# Work task
What lines in the following entries hold the word "string"? Copy each one.
== Entries supplied
// SPDX-License-Identifier: GPL-3.0-or-later
#include "core/certificate/ShortText.h"

#include <charconv>
#include <cmath>

namespace spanwright {

std::string shortText(double value) {
    char buffer[400];
    const double size = std::fabs(value);
    const bool plain = size == 0 || (size >= 1e-6 && size < 1e15);
    const auto format = plain ? std::chars_format::fixed : std::chars_format::scientific;
    const auto end = std::to_chars(buffer, buffer + sizeof buffer, value, format);
    return {buffer, end.ptr};
}

int decimalsIn(const std::string& text) {
    const std::size_t point = text.find('.');
    return point == std::string::npos || text.find('e') != std::string::npos ? 0 : static_cast<int>(text.size() - point - 1);
}

} // namespace spanwright
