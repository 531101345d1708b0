// SPDX-License-Identifier: GPL-3.0-or-later
#include "core/certificate/FunctionSection.h"

#include "core/base/Rounding.h"
#include "core/certificate/ShortText.h"

#include <algorithm>
#include <cmath>

namespace spanwright {

namespace {

constexpr int Places = 201;          // at which a rounded function is compared with the exact one
constexpr double ShareOfU = 1.0 / 20;
constexpr int MostDigits = 17;

/// Power of x that the first coefficient belongs to; empty where the function is no polynomial in its coefficients.
std::optional<int> firstPower(FunctionFamily family) {
    switch (family) {
    case FunctionFamily::Constant:
    case FunctionFamily::Line:
    case FunctionFamily::Polynomial: return 0;
    case FunctionFamily::Proportional:
    case FunctionFamily::PolynomialNoConstant: return 1;
    default: return std::nullopt;
    }
}

double polynomial(const std::vector<double>& coefficients, int first, double x) {
    double sum = 0;
    for (std::size_t i = coefficients.size(); i-- > 0;)
        sum = sum * x + coefficients[i];
    return first == 0 ? sum : sum * x;
}

double place(const Fit& fit, int i) {
    return fit.low + (fit.high - fit.low) * i / (Places - 1);
}

/// Largest distance between the function and the polynomial of these coefficients in the valid range.
double largestDistance(const Fit& fit, const std::vector<double>& coefficients, int first) {
    double largest = 0;
    for (int i = 0; i < Places; ++i) {
        const double x = place(fit, i);
        largest = std::max(largest, std::fabs(polynomial(coefficients, first, x) - fit.curve->value(x)));
    }
    return largest;
}

/// Smallest U at a stated point, unit of the ordinate.
double smallestExpanded(const PhaseEvaluation& phase) {
    double smallest = INFINITY;
    for (const SetPointBudget& point : phase.budget.points) {
        const double u = phase.fit->direction == FitDirection::Indication ? point.expanded : point.expandedReference;
        if (u > 0)
            smallest = std::min(smallest, u);
    }
    return smallest;
}

std::vector<double> numbers(const std::vector<Digits>& texts) {
    std::vector<double> result;
    for (const Digits& text : texts)
        result.push_back(std::stod(text));
    return result;
}

std::vector<Digits> coefficientTexts(const Fit& fit, double allowed) {
    std::vector<Digits> texts;
    const auto first = firstPower(fit.function.family);
    for (int digits = 3; first && std::isfinite(allowed) && digits < MostDigits; ++digits) {
        texts.clear();
        for (const Coefficient& coefficient : fit.coefficients)
            texts.push_back(significantDigits(coefficient.value, digits));
        if (largestDistance(fit, numbers(texts), *first) <= allowed)
            return texts;
    }
    texts.clear();
    for (const Coefficient& coefficient : fit.coefficients)
        texts.push_back(shortText(coefficient.value));
    return texts;
}

void addChecks(const Fit& fit, double expanded, FunctionSection& section) {
    const auto first = firstPower(fit.function.family);
    std::vector<Digits> texts;
    for (const auto& term : section.terms)
        texts.push_back(term.value);
    section.checksFromPrinted = first.has_value();
    const int decimals = std::isfinite(expanded) ? decimalsFor(expanded, 2) + 1 : 6;
    for (const double share : {0.0, 0.5, 1.0}) {
        const Digits x = roundedText(fit.low + share * (fit.high - fit.low), decimalsFor(fit.high - fit.low, 3));
        const double at = std::clamp(std::stod(x), fit.low, fit.high);
        const double value = first ? polynomial(numbers(texts), *first, std::stod(x)) : fit.curve->value(at);
        section.checks.push_back({x, roundedText(value, decimals)});
        if (fit.low == fit.high)
            return;
    }
}

double largestResidual(const RowFigures& rows) {
    double largest = 0;
    for (std::size_t i = 0; i < rows.size(); ++i)
        if (rows.excluded[i] == 0 && std::fabs(rows.residual[i]) > std::fabs(largest))
            largest = rows.residual[i];
    return largest;
}

} // namespace

std::optional<FunctionSection> functionSection(const PhaseEvaluation& phase) {
    if (!phase.fit || phase.fit->curve == nullptr)
        return std::nullopt;
    const Fit& fit = *phase.fit;
    FunctionSection section;
    section.phase = phase.phase;
    section.function = fit.function;
    section.direction = fit.direction;
    section.method = fit.method;
    section.weights = fit.weights;
    section.weighted = fit.weights != Weights::Equal || fit.method == Method::BothUncertain;
    const double stated = smallestExpanded(phase);
    // Without a stated uncertainty the digits follow from the scatter.
    const double expanded = std::isfinite(stated) || !(fit.residualSd > 0) || section.weighted ? stated : fit.residualSd;
    const std::vector<Digits> texts = coefficientTexts(fit, expanded * ShareOfU);
    for (std::size_t i = 0; i < fit.coefficients.size(); ++i) {
        const Coefficient& coefficient = fit.coefficients[i];
        section.terms.push_back({coefficient.name, coefficient.unit, texts[i], significantDigits(coefficient.standardUncertainty, 2)});
    }
    const int rangeDecimals = std::max(0, decimalsFor(fit.high - fit.low, 6));
    section.low = roundedText(fit.low, rangeDecimals);
    section.high = roundedText(fit.high, rangeDecimals);
    section.residualSd = significantDigits(fit.residualSd, 2);
    section.degreesOfFreedom = fit.degreesOfFreedom;
    section.largestResidual = roundedText(largestResidual(phase.rows), std::isfinite(expanded) ? decimalsFor(expanded, 2) : 6);
    addChecks(fit, expanded, section);
    if (phase.budget.readBack && phase.budget.readBack->expandedReference > 0) {
        section.readBackExpanded = roundUncertainty(phase.budget.readBack->expandedReference).text;
        section.readBackFactor = roundedText(phase.budget.readBack->coverageFactor, 2);
    }
    return section;
}

} // namespace spanwright
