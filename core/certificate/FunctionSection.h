// SPDX-License-Identifier: GPL-3.0-or-later
#pragma once

#include "core/certificate/Certificate.h"

#include <optional>

namespace spanwright {

/// The calibration function of a phase as it is printed. Coefficients of polynomials get the fewest digits with which no value in
/// the valid range moves by more than 1/20 of the smallest U; other functions the shortest text that reads back as the same
/// number. Check values at both ends and the middle let the user try his own formula. Empty where there is no fit.
std::optional<FunctionSection> functionSection(const PhaseEvaluation& phase);

} // namespace spanwright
====
# Solution to the exercise
std::string shortText(double value) {
int decimalsIn(const std::string& text) {
    return point == std::string::npos || text.find('e') != std::string::npos ? 0 : static_cast<int>(text.size() - point - 1);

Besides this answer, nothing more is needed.